Database

For commongroups to work, it needs a database of compounds searchable by chemical structure. Specifically, this must be a PostgreSQL database with the RDKit extension. We do not distribute a pre-built database, and there are no requirements for or limits on what compounds and data sources might be included in the database.

We develop and test commongroups using a database compiled from public data available in the US EPA CompTox Dashboard, containing approximately 700,000 structures. We believe that this is a good starting point for our immediate goals. We distribute a program that can automatically download data and recreate the particular database that we use.

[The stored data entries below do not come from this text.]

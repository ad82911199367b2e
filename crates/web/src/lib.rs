//! spinney-web: the thin wasm-bindgen layer between the page and spinney-core.
//!
//! Two binaries, built by Trunk from web/index.html:
//! - `worker` (src/bin/worker.rs): a Web Worker holding the file bytes and the table behind
//!   its message loop, so long work never freezes the page;
//! - `page` (src/bin/page.rs): the page controller, drawing the notebook steps and talking to
//!   the worker.
//!
//! They speak the versioned message protocol in [`protocol`].

pub mod protocol;
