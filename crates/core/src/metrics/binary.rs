//! Two-class figures: AUC (with the DeLong and Hanley–McNeil standard errors), average
//! precision, log loss, Brier score, calibration-in-the-large, calibration slope and
//! observed/expected, the figures at a threshold with Wilson intervals, Youden's best
//! threshold and net benefit. Outcomes are codes 0/1; see the conventions in [`super`].

use crate::error::Result;

use super::intervals::{wilson, Interval};
use super::{
    bad, check_codes01, check_lengths, check_probabilities, check_scores, check_weights,
    class_weights, order_by, weight, Z95,
};

/// The area under the ROC curve with its uncertainty.
#[derive(Debug, Clone, PartialEq, serde::Serialize)]
pub struct Auc {
    /// The probability that a random event row scores above a random non-event row, ties
    /// counting one half (Mann–Whitney form; equals the trapezoidal area under the ROC curve).
    pub value: f64,
    pub events: u64,
    pub non_events: u64,
    /// DeLong, DeLong & Clarke-Pearson (Biometrics 1988;44:837–845) standard error from the
    /// placement values. None with fewer than two rows of either class.
    pub se_delong: Option<f64>,
    /// 95% interval `value ± 1.96 · se_delong` on the AUC scale itself (not logit), cut to
    /// [0, 1]. None when `se_delong` is None.
    pub interval: Option<Interval>,
    /// Hanley & McNeil (Radiology 1982;143:29–36) standard error, from the AUC and the class
    /// counts alone (exponential-model approximation). None when `se_delong` is None.
    pub se_hanley_mcneil: Option<f64>,
}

What follows is a general description of how a database can be created and prepared for use with commongroups.

Data sources

From the US EPA CompTox Dashboard:

  • dsstox_20160701.tsv - Downloaded as DSSTox_Mapping_20160701.zip
    • Date: 2016-07-01 (file generated); 2016-12-14 (posted on EPA website)
    • Accessed: 2017-04-18
    • Contains mappings between the DSSTox substance identifier (DTXSID) and the associated InChI/InChIKey.
  • Dsstox_CAS_number_name.xlsx
    • Date: 2016-11-14
    • Accessed: 2017-04-18
    • Contains the CASRN, DTXSID, and the “preferred name” used by US EPA.
  • PubChem_DTXSID_mapping_file.txt
    • Date: 2016-11-14
    • Accessed: 2017-04-18
    • Contains the PubChem SID, PubChem CID and DTXSID.

Constructing the database

These are the general steps to create the database using the data sources above:

  1. Create a database table of DTXSIDs, InChI(Key)s, and RDKit mol-type representations of the structures (based on InChI)
  2. Create database tables with DTXSID-CASRN and DTXSID-CID correspondences.
  3. Merge the above tables on DTXSID, creating either a new table or a materialized view. Create an index on molecular structures using the GiST-powered RDKit extension.

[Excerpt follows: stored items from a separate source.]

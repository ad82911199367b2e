//! `spinney fit --method boosting`: bad choices refused with messages that say what and where
//! and what to do (exit status 1, no panic), and the JSON report of a boosted model (rounds,
//! loss curves, stopping round, staged predictions). Wording is ours; the checks look for the
//! facts each message must carry (common practice, no source).

use std::path::PathBuf;
use std::process::{Command, Output};

fn spinney(args: &[&str]) -> Output {
    Command::new(env!("CARGO_BIN_EXE_spinney"))
        .args(args)
        .output()
        .unwrap()
}

fn write(name: &str, text: &str) -> PathBuf {
    let dir = std::env::temp_dir().join(format!("spinney-boost-tests-{}", std::process::id()));
    std::fs::create_dir_all(&dir).unwrap();
    let path = dir.join(name);
    std::fs::write(&path, text).unwrap();
    path
}

fn fails_with(args: &[&str], needles: &[&str]) {
    let out = spinney(args);
    let err = String::from_utf8_lossy(&out.stderr);
    assert_eq!(out.status.code(), Some(1), "{args:?}: {err}");
    assert!(!err.contains("panicked"), "{args:?}: {err}");
    for n in needles {
        assert!(err.contains(n), "{args:?}: message lacks {n:?}: {err}");
    }
}

/// 60 rows: a class outcome, a count (with one negative in data row 4), a number, a category.
fn table() -> PathBuf {
    let mut text = String::from("y,count,bad_count,x,ward\n");
    for i in 0..60 {
        let bad = if i == 3 { -2 } else { (i % 5) as i64 };
        text += &format!(
            "{},{},{},{},{}\n",
            if (i * 7) % 11 < 5 { "yes" } else { "no" },
            i % 4,
            bad,
            i,
            ["Cedar", "Birch"][i % 2]
        );
    }
    write("boost.csv", &text)
}

#[test]
fn boosting_refuses_bad_choices_clearly() {
    let path = table();
    let f = path.to_str().unwrap();
    let boost = |extra: &[&'static str], outcome: &'static str| -> Vec<String> {
        let mut a = vec!["fit", f, "--outcome", outcome, "--method", "boosting"];
        a.extend_from_slice(extra);
        a.into_iter().map(String::from).collect()
    };
    let run = |args: Vec<String>, needles: &[&str]| {
        let refs: Vec<&str> = args.iter().map(String::as_str).collect();
        fails_with(&refs, needles);
    };
    run(
        boost(
            &["--set", "loss=poisson", "--predictors", "x,ward"],
            "bad_count",
        ),
        &["poisson", "counts", "data row 4", "'bad_count'"],
    );
    run(
        boost(&["--set", "loss=absolute_error"], "y"),
        &["absolute_error", "holds classes", "logistic"],
    );
    run(
        boost(&["--set", "loss=huber"], "y"),
        &["huber", "holds classes"],
    );
    run(
        boost(&["--set", "monotone=ward:up"], "y"),
        &["'ward' is a category", "number predictors"],
    );
    run(
        boost(&["--set", "monotone=nope:up"], "y"),
        &["'nope' is not among the predictors"],
    );
    run(
        boost(&["--set", "monotone=x:sideways"], "y"),
        &["'sideways' is not a direction", "x:up"],
    );
    run(
        boost(&["--set", "patience=5"], "y"),
        &["early stopping", "at least 10", "validation_share"],
    );
    run(
        boost(&["--set", "loss=magic"], "y"),
        &["unknown loss", "logistic", "squared_error"],
    );
    run(
        boost(&["--set", "loss=logistic"], "x"),
        &["for class outcomes", "'x' holds numbers"],
    );
    run(
        boost(&["--set", "criterion=gini"], "y"),
        &["not a setting of gradient boosting"],
    );
    run(
        boost(&["--set", "huber_quantile=0.5"], "x"),
        &["only with loss=huber"],
    );
    run(
        boost(&["--set", "validation_share=1"], "y"),
        &["validation_share", "(0, 1)"],
    );
    fails_with(
        &["fit", f, "--outcome", "y", "--set", "l2=1"],
        &["only for gradient boosting"],
    );
    fails_with(
        &["fit", f, "--outcome", "y", "--staged", "--json"],
        &["--staged", "only for --method boosting"],
    );
}

#[test]
fn a_boosted_model_reports_rounds_curves_and_staged_predictions() {
    let mut text = String::from("y,a,b\n");
    for i in 0..300 {
        let (a, b) = ((i * 37) % 101, (i * 53) % 97);
        text += &format!("{},{a},{b}\n", if a + b > 100 { "high" } else { "low" });
    }
    let path = write("learnable.csv", &text);
    let out = spinney(&[
        "fit",
        path.to_str().unwrap(),
        "--outcome",
        "y",
        "--method",
        "boosting",
        "--set",
        "rounds=30",
        "--set",
        "patience=3",
        "--set",
        "validation_share=0.2",
        "--set",
        "leaf_size=5",
        "--json",
        "--staged",
    ]);
    assert!(
        out.status.success(),
        "{}",
        String::from_utf8_lossy(&out.stderr)
    );
    let v: serde_json::Value = serde_json::from_slice(&out.stdout).unwrap();
    assert_eq!(v["loss"], "logistic");
    let rounds = v["rounds"].as_u64().unwrap() as usize;
    assert!(rounds >= 1);
    assert_eq!(v["held_out_rows"], 60);
    let validation = v["validation_loss_by_round"].as_array().unwrap();
    let fitted = match v["stopping_round"].as_u64() {
        Some(last) => last as usize,
        None => 30,
    };
    assert_eq!(validation.len(), fitted + 1);
    let staged = v["staged_predictions"].as_array().unwrap();
    assert_eq!(staged.len(), rounds);
    assert_eq!(staged[0].as_array().unwrap().len(), 300);
    // Each staged prediction is a pair of class probabilities summing to one.
    let p = staged[rounds - 1][0].as_array().unwrap();
    let sum: f64 = p.iter().map(|x| x.as_f64().unwrap()).sum();
    assert!((sum - 1.0).abs() < 1e-12);
    // The rule a + b > 100 is learnable: the training error falls well below the 50% start.
    let errors = v["training_error_by_size"].as_array().unwrap();
    assert!(errors[rounds - 1].as_f64().unwrap() < 0.1, "{errors:?}");
}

To execute these steps automatically on your system, first install the required software and then see Automated database instantiation. For more technical detail and the exact database commands used, please see the source code in tools/construct_database.py.

Known limitations

Currently, for commongroups to be able to use a database, it must contain a table or view called compounds, which in turn must contain a column called molecule, containing molecular structures in the RDKit mol data type. Furthermore, for HTML display of compound groups, the program currently assumes that compounds contains the following columns: cid (PubChem CID, also used for images), casrn, and dtxsid. This may change in future versions.

The database produced by our automatic installation script satisfies these requirements.